Будь вы жителем квартала Земледельцев или Пекарей, вы бы очень удивились, узнав, что перед вами кузнец: невысок ростом, узок в плечах, грациозен и тонок, так что в сумерках подвыпившие ремесленники порой принимали его за девушку, бегущую на ночное свидание. Если же случалось им осознать свою ошибку, на раскрасневшихся лицах расплывались дерзкие ухмылки. Теперь мало кто в квартале Ремесленников приветствовал Клодо, мастера из Города Клинков, дом которого покрылся несмываемым позором. Но в этот вечер, глядя на фигуру в плаще, быстро проходящую мимо домов и лавок Звонкого переулка, горожане качали головами и прикладывали пальцы к губам, тихим шепотом или мысленно вознося молитву Покровителю Фьоре. Они были уверены, что видят молодого кузнеца в последний раз.

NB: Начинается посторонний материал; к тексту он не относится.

"""A table that a lookup searches: a reference, of which only the parts that matter are read, or an array."""

from __future__ import annotations

from xleq.cells import VALUE, CellError, Value
from xleq.recalc.context import Context
from xleq.recalc.operands import Area, Argument, Array, Fail, Operand, Ref


class Block:
    """A table of `height` rows and `width` columns; rows and columns count from 0.

    Raises
    ------
    Fail
        If the argument is an error, or a reference to several areas.
    """

    __slots__ = ("_area", "_array", "_context", "height", "width")

    def __init__(self, context: Context, argument: Argument) -> None:
        self._context = context
        self._area: Area | None = None
        self._array: Array | None = None
        if isinstance(argument, Ref):
            if len(argument.areas) != 1:
                raise Fail(VALUE)
            area = self._area = argument.areas[0]
            self.height = area.bottom - area.top + 1
            self.width = area.right - area.left + 1
            return
        if isinstance(argument, CellError):
            raise Fail(argument)
        if not isinstance(argument, Array):
            if not isinstance(argument, float | str | bool):
                raise Fail(VALUE)
            argument = Array(1, 1, [argument])
        self._array = argument
        self.height, self.width = argument.height, argument.width

    @property
    def is_reference(self) -> bool:
        """Whether the table lies in cells."""
        return self._area is not None

    def part(self, top: int, left: int, bottom: int, right: int) -> Ref | Array:
        """Some rows and columns of the table, ends included."""
        if self._area is not None:
            a = self._area
            return Ref((Area(a.sheet, a.top + top, a.left + left, a.top + bottom, a.left + right),))
        array = self._array
        assert array is not None
        flat, w = array.flat, array.width
        values = [v for r in range(top, bottom + 1) for v in flat[r * w + left : r * w + right + 1]]
        return Array(bottom - top + 1, right - left + 1, values)

    def values(self, top: int, left: int, bottom: int, right: int) -> Array:
        """Values of a part; of whole columns and rows only what lies in the used range."""
        array = self._array
        if array is not None and (top, left, bottom, right) == (0, 0, array.height - 1, array.width - 1):
            return array
        part = self.part(top, left, bottom, right)
        return self._context.read(part) if isinstance(part, Ref) else part

    def all_values(self) -> Array:
        """Values of the table, at most those of the used range."""
        return self.values(0, 0, self.height - 1, self.width - 1)

    def column(self, column: int) -> Array:
        """Values of a column."""
        return self.values(0, column, self.height - 1, column)

    def row(self, row: int) -> Array:
        """Values of a row."""
        return self.values(row, 0, row, self.width - 1)

    def value(self, row: int, column: int) -> Value:
        """Value at a row and column."""
        return self.values(row, column, row, column).flat[0]

    def vector(self, otherwise: CellError) -> Array:
        """Values of a table that is one row or one column; otherwise ends the call with the error."""
        if self.height != 1 and self.width != 1:
            raise Fail(otherwise)
        return self.all_values()

    def taken(self, top: int, left: int, bottom: int, right: int) -> Operand:
        """A part; the value itself where it is one element of an array."""
        if self._array is not None and top == bottom and left == right:
            return self._array.at(top, left)
        return self.part(top, left, bottom, right)

    def line(self, index: int, across: bool) -> Operand:
        """The column, or the row, at an index: a single cell of a row or a column."""
        if across:
            return self.taken(0, index, self.height - 1, index)
        return self.taken(index, 0, index, self.width - 1)
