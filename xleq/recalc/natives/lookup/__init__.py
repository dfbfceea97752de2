"""Lookups: finding values in tables, and references to places."""
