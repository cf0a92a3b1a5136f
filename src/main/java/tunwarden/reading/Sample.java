package tunwarden.reading;

import java.time.Instant;

/** What comes off an instrument or a log row: a value, a fault in its place, or a remark. */
public sealed interface Sample permits Reading, Fault, Mark {
  Instant time();

  /** Identity of the vessel, as in the cellar file. */
  String vessel();
}
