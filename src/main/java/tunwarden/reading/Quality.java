package tunwarden.reading;

/** How far a reading is to be believed, and why. Bad readings never reach the estimator. */
public enum Quality {
  GOOD(Level.GOOD, "good"),
  OUT_OF_RANGE(Level.BAD, "outside the instrument's range"),
  TOO_FAST(Level.SUSPECT, "changes faster than the vessel can"),
  STUCK(Level.SUSPECT, "has not moved for longer than noise allows"),
  LOOP_FAULT(Level.BAD, "the current loop signals a fault"),
  CHECKSUM(Level.BAD, "the message failed its checksum"),
  UNREADABLE(Level.BAD, "the message could not be read"),
  NOT_FINITE(Level.BAD, "is not a number"),
  DISAGREES(Level.SUSPECT, "two sensors of this quantity disagree"),
  STALE(Level.BAD, "nothing new has arrived in time"),
  NO_ANSWER(Level.BAD, "the instrument does not answer"),
  PORT_GONE(Level.BAD, "the serial port is gone"),
  OUT_OF_ORDER(Level.BAD, "is older than the reading before it"),
  OUT_OF_SERVICE(Level.BAD, "the instrument is out of service");

  /** The three grades an operator sees. */
  public enum Level {
    GOOD,
    SUSPECT,
    BAD
  }

  private final Level level;
  private final String why;

  Quality(Level level, String why) {
    this.level = level;
    this.why = why;
  }

  public Level level() {
    return level;
  }

  /** The reason as words that follow the name of the quantity. */
  public String why() {
    return why;
  }

  public boolean isBad() {
    return level == Level.BAD;
  }
}
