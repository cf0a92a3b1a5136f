/** How a sealed vessel comes under vacuum, and how a full one comes under pressure. */
package tunwarden.forecast.vacuum;
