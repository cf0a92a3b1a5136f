package tunwarden.reading;

import java.util.Optional;
import tunwarden.units.Kind;

/** What an instrument, a log column or a person reports about a vessel. */
public enum Quantity {
  /** Headspace pressure in Pa gauge, against the local atmosphere. */
  PRESSURE("pressure", "pressure_bar_g", Kind.PRESSURE),
  /** Liquid temperature in K. */
  TEMPERATURE("temperature", "temperature_c", Kind.TEMPERATURE),
  /** Headspace temperature in K. */
  HEADSPACE_TEMPERATURE("headspace-temperature", "headspace_temperature_c", Kind.TEMPERATURE),
  /** Liquid volume in m³. */
  LEVEL("level", "level_l", Kind.VOLUME),
  /** Ambient pressure in Pa absolute. */
  BAROMETER("barometer", "barometer_bar_a", Kind.PRESSURE),
  /** Apparent extract in degrees Plato. */
  GRAVITY("gravity", "gravity_sg", Kind.EXTRACT),
  /** Dissolved CO2 by a laboratory, kg/m³. */
  DISSOLVED("dissolved", "dissolved_g_per_l", Kind.GAS_CONTENT);

  private final String word;
  private final String column;
  private final Kind kind;

  Quantity(String word, String column, Kind kind) {
    this.word = word;
    this.column = column;
    this.kind = kind;
  }

  /** Name in cellar files and on screens. */
  public String word() {
    return word;
  }

  /** Name of the log column, which also fixes the unit the log is written in. */
  public String column() {
    return column;
  }

  public Kind kind() {
    return kind;
  }

  /** The quantity with that cellar-file word, if there is one. */
  public static Optional<Quantity> ofWord(String word) {
    for (Quantity quantity : values()) {
      if (quantity.word.equals(word)) {
        return Optional.of(quantity);
      }
    }
    return Optional.empty();
  }
}
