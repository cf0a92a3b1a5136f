package tunwarden.reading;

import java.time.Instant;

/**
 * A remark written into a log at a time, such as {@code "valve closed"}.
 *
 * @param time when it happened
 * @param vessel identity of the vessel
 * @param text what was written
 */
public record Mark(Instant time, String vessel, String text) implements Sample {}
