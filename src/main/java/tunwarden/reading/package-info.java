/** One measured value with its time, vessel, quantity and quality; and the absence of one. */
package tunwarden.reading;
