package tunwarden.reading;

import java.time.Instant;
import java.util.Objects;

/**
 * One value.
 *
 * @param time when it was measured
 * @param vessel identity of the vessel
 * @param quantity what was measured
 * @param value finite, in SI as {@link Quantity} says for each
 * @param u95 expanded uncertainty (95 %) stated with this very value, in the unit of the value; 0
 *     where none was stated and the instrument's accuracy holds
 * @param quality how far it is to be believed
 */
public record Reading(
    Instant time, String vessel, Quantity quantity, double value, double u95, Quality quality)
    implements Sample {

  /** Refuses what is not a number, so that it cannot travel further. */
  public Reading {
    Objects.requireNonNull(time, "time");
    Objects.requireNonNull(vessel, "vessel");
    Objects.requireNonNull(quantity, "quantity");
    Objects.requireNonNull(quality, "quality");
    if (!Double.isFinite(value) || !Double.isFinite(u95) || u95 < 0) {
      throw new IllegalArgumentException(quantity.word() + " of " + value + " is not a reading");
    }
  }

  /** A good reading with the instrument's own accuracy. */
  public static Reading good(Instant time, String vessel, Quantity quantity, double value) {
    return new Reading(time, vessel, quantity, value, 0, Quality.GOOD);
  }

  /** The same value with another quality. */
  public Reading withQuality(Quality other) {
    return new Reading(time, vessel, quantity, value, u95, other);
  }
}
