/// How a list is completed.
#[derive(Debug, Clone, Copy, PartialEq)]
pub struct ListOptions {
    /// Frequency that flux densities are given at: that of the image's header, Hz.
    pub reference_hz: f64,
    /// Spectral indices are fitted where their error would not pass this; 0 fits none.
    pub index_error: f64,
    /// Root mean square beam product from which on a pointing counts as seeing a source.
    pub lowest_response: f64,
    /// Signal to noise that the joint fit must confirm, or the source is taken for a side lobe and left out; `None` for
    /// places that were given, which all stay.
    pub confirm: Option<f64>,
    /// Places are fitted to the visibilities too, within this angle (radians) of those of the image; `None` holds them.
    pub wander: Option<f64>,
    /// The image's frame.
    pub frame: TangentFrame,
    /// Further searches in the residual; needs an imager in every [`Reading`].
    pub search: Option<Search>,
}

/// Further searches in what the model leaves of the visibilities.
#[derive(Debug, Clone, Copy, PartialEq)]
pub struct Search {
    /// Most rounds.
    pub rounds: usize,
    /// Lowest peak of the residual, in multiples of its noise.
    pub find_above_noise: f64,
    /// The pixel grid of the imagers.
    pub geometry: ImageGeometry,
    /// Spectral index that new sources are taken to have.
    pub spectral_index: f64,
}

/// What the joint fit of a list amounts to.
#[derive(Debug, Clone)]
pub struct ListFluxes {
    /// Covariance of the flux densities in the order of the list, Jy²; NaN for those not measured.
    pub covariance: DMatrix<f64>,
    /// Σ ω|v − M x|² over data less unknowns.
    pub reduced_misfit: f64,
    /// Number of real data.
    pub data: u64,
    /// Times the visibilities were read.
    pub passes: usize,
    /// Sources left out because the visibilities do not confirm them.
    pub unconfirmed: usize,
    /// Sources that the visibilities part in two where the image has one.
    pub split: usize,
    /// Sources found in residuals.
    pub added: usize,
    /// Pairs that could not be told apart: (the one that holds the flux, the other).
    pub merged: Vec<(String, String)>,
}

/// Sources that are tried as two points, those of the highest signal to noise.
const MOST_TRIED: usize = 20;
/// By how much χ² must fall for a Gaussian to be better than a point, and two points than either. Both have three numbers more
/// than a point, by which chance lowers it less than this in 99 of 100 cases (χ² of three degrees of freedom: 11.3).
const BETTER: f64 = 12.0;

/// Sources with a size, highest signal to noise first.
fn wide_sources(sources: &[Source], joint: &JointFluxes) -> Vec<usize> {
    let signal = |&index: &usize| joint.flux[index].0 / joint.flux[index].1;
    let mut wide: Vec<usize> = (0..sources.len())
        .filter(|&i| sources[i].method == Method::ImageGaussian && sources[i].deconvolved.is_some())
        .filter(|i| signal(i).is_finite())
        .collect();
    wide.sort_by(|a, b| signal(b).total_cmp(&signal(a)).then(a.cmp(b)));
    wide.truncate(MOST_TRIED);
    wide
}

/// A source without its size.
fn one_point(source: &Source) -> Source {
    let mut point = Source { deconvolved: None, flux_error_jy: None, ..source.clone() };
    point.remarks.retain(|remark| remark != "resolved");
    point
}
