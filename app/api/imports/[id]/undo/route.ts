import { json, withViewer } from '@/lib/api/route';
import { undoAndWait } from '@/lib/imports/undo';
import { toImportView } from '@/lib/imports/view';

/** Takes back what an import added or changed; 202 when it takes longer than a request may wait. */
export const POST = withViewer(
  'imports:manage',
  async (_request, viewer, { params }: RouteContext<'/api/imports/[id]/undo'>) => {
    const record = await undoAndWait(viewer, (await params).id);
    return json(toImportView(record), record.status === 'undone' ? 200 : 202);
  },
);
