import type { Metadata } from 'next';
import { SitesScreen } from '@/components/sites/sites-screen';
import { NotForRole } from '@/components/ui/not-for-role';
import { viewerFor } from '@/lib/auth/current-viewer';

export const metadata: Metadata = { title: 'Sites' };

export default async function SitesPage() {
  const { viewer, allowed } = await viewerFor('sites:read');
  return allowed ? <SitesScreen /> : <NotForRole screen="Sites" role={viewer.role} />;
}
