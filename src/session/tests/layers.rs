//! Files that stand on each other.

use super::super::{FaultKind, WeatherSource};
use super::{Bench, COMPLETE, only, places};

/// The station's part of the complete session, and the rest.
fn halves() -> (String, String) {
    let at = COMPLETE.find("[calibration]").unwrap();
    (
        COMPLETE[..at].to_owned(),
        format!("base = \"station/station.toml\"\n\n{}", &COMPLETE[at..]),
    )
}

#[test]
fn a_session_overrides_its_base_key_by_key() {
    let bench = Bench::new();
    let (station, rest) = halves();
    let station = station
        + "[weather]\npressure_hpa = 770\ntemperature_c = 5\nrelative_humidity = 0.2\nhumidity_sigma = 0.3\nprofile = \"above.csv\"\n";
    bench.write("station/station.toml", &station);
    bench.write(
        "station/above.csv",
        "height_m,pressure_hpa,temperature_c,relative_humidity\n2000,795,12,0.4\n3000,701,4,0.4\n5000,540,-10,0.3\n9000,308,-40,0.1\n",
    );
    let session = bench
        .read(&(rest + "[camera]\ngain_e_adu = 3.5\n"))
        .unwrap();
    assert_eq!(session.camera.gain_e_adu, 3.5);
    assert_eq!(session.camera.read_noise_e, 8.0);
    assert_eq!(session.site.height_m, 2240.0);
    // The log of the session takes the place of the station's constants; the rest stays.
    assert!(matches!(session.weather.source, WeatherSource::Log(_)));
    assert_eq!(session.weather.humidity_sigma, 0.04);
    // Paths are relative to the file that names them.
    let profile = session.weather.profile.as_ref().unwrap();
    assert_eq!(profile.path, bench.folder.path().join("station/above.csv"));
    assert_eq!(profile.levels.len(), 4);
    let names = [
        "session.toml",
        "station/station.toml",
        "station/above.csv",
        "weather.csv",
    ];
    assert_eq!(
        session.sources,
        names.map(|name| bench.folder.path().join(name))
    );
}

#[test]
fn a_fault_of_the_base_is_shown_in_the_base() {
    let bench = Bench::new();
    let (station, rest) = halves();
    let station = bench.write("station/station.toml", &station.replace("30.94", "95"));
    let fault = only(bench.read(&rest));
    assert_eq!((fault.path, fault.line), (station, 3));
}

#[test]
fn what_the_session_overrides_in_the_base_is_no_fault() {
    let bench = Bench::new();
    let (station, rest) = halves();
    bench.write("station/station.toml", &station.replace("30.94", "95"));
    assert!(
        bench
            .read(&(rest + "[site]\nlatitude_deg = 30.94\n"))
            .is_ok()
    );
}

#[test]
fn a_base_that_is_not_there_is_shown_where_it_is_named() {
    let bench = Bench::new();
    let (_, rest) = halves();
    let fault = only(bench.read(&rest));
    assert_eq!(
        (fault.kind, fault.key.as_str()),
        (FaultKind::Unreadable, "base")
    );
    assert_eq!((fault.line, fault.column), (1, 8));
}

#[test]
fn a_cycle_is_refused() {
    let bench = Bench::new();
    let (station, rest) = halves();
    bench.write(
        "station/station.toml",
        &format!("base = \"../session.toml\"\n{station}"),
    );
    let error = bench.read(&rest).unwrap_err();
    assert_eq!(
        places(&error),
        [(FaultKind::Contradictory, "base", 1)],
        "{error}"
    );
    assert!(error.faults[0].path.ends_with("station/station.toml"));
}

#[test]
fn a_long_chain_ends() {
    let bench = Bench::new();
    for index in 0..40 {
        bench.write(
            &format!("s{index}.toml"),
            &format!("base = \"s{}.toml\"\n", index + 1),
        );
    }
    let error = bench.read("base = \"s0.toml\"\n").unwrap_err();
    assert!(error.faults.iter().any(|it| it.key == "base"), "{error}");
}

Сейчас же взгляд его, задумчивый и как будто отрешенный, следил за действиями цветочниц, трудившихся в боковом нефе. Склонившись над корзинами, женщины отделяли лепестки и опускали их ведра с темной густой жидкостью. Еще две цветочницы, с покрытыми головами и светлыми лицами, водили руками по освещенным свечами картинам. Вот та, что стояла ближе, приложила палец к подсохшему лепестку, погладила его и аккуратно отделила, закрыв ладонью образовавшуюся брешь. Тут же вторая подала ей ведро с лепестками, и уже через мгновение картина снова обрела цельность, а цветочница, коснувшись губами подсохшего лепестка, положила его в большую корзину к отжившим собратьям: с рассветом их предадут огню, а прахом посыплют пороги, ограждая свои дома от недобрых сил.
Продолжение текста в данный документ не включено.